#### Data under study ####

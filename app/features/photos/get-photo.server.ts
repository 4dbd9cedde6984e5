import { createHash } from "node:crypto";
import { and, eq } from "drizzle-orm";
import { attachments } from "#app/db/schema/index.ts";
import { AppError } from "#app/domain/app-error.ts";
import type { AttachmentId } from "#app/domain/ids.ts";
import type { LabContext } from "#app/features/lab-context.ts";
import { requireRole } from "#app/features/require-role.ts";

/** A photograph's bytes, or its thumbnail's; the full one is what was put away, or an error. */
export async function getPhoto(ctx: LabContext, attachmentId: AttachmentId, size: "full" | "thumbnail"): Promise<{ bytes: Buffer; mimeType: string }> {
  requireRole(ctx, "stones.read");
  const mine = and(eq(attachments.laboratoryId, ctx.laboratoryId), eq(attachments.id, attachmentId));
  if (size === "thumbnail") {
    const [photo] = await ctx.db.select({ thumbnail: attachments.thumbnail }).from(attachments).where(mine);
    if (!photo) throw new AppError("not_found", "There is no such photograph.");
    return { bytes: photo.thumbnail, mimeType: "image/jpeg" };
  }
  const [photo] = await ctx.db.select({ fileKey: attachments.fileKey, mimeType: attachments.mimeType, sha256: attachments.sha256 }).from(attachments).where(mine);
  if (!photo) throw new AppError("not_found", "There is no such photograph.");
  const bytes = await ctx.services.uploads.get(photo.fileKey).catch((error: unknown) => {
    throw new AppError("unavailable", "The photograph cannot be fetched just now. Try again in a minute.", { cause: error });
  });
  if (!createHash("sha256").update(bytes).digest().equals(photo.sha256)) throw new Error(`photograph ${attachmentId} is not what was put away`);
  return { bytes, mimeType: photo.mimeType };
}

####

What you should do: Write out every record shown above, word for word.

Written solution:
filename app/features/photos/get-photo.server.ts
repository 4dbd9cedde6984e5
import { createHash } from "node:crypto";
import { and, eq } from "drizzle-orm";
import { attachments } from "#app/db/schema/index.ts";
import { AppError } from "#app/domain/app-error.ts";
import type { AttachmentId } from "#app/domain/ids.ts";
import type { LabContext } from "#app/features/lab-context.ts";
import { requireRole } from "#app/features/require-role.ts";

/** A photograph's bytes, or its thumbnail's; the full one is what was put away, or an error. */
export async function getPhoto(ctx: LabContext, attachmentId: AttachmentId, size: "full" | "thumbnail"): Promise<{ bytes: Buffer; mimeType: string }> {
  requireRole(ctx, "stones.read");
  const mine = and(eq(attachments.laboratoryId, ctx.laboratoryId), eq(attachments.id, attachmentId));
  if (size === "thumbnail") {
    const [photo] = await ctx.db.select({ thumbnail: attachments.thumbnail }).from(attachments).where(mine);
    if (!photo) throw new AppError("not_found", "There is no such photograph.");
    return { bytes: photo.thumbnail, mimeType: "image/jpeg" };
  }
  const [photo] = await ctx.db.select({ fileKey: attachments.fileKey, mimeType: attachments.mimeType, sha256: attachments.sha256 }).from(attachments).where(mine);
  if (!photo) throw new AppError("not_found", "There is no such photograph.");
  const bytes = await ctx.services.uploads.get(photo.fileKey).catch((error: unknown) => {
    throw new AppError("unavailable", "The photograph cannot be fetched just now. Try again in a minute.", { cause: error });
  });
  if (!createHash("sha256").update(bytes).digest().equals(photo.sha256)) throw new Error(`photograph ${attachmentId} is not what was put away`);
  return { bytes, mimeType: photo.mimeType };
}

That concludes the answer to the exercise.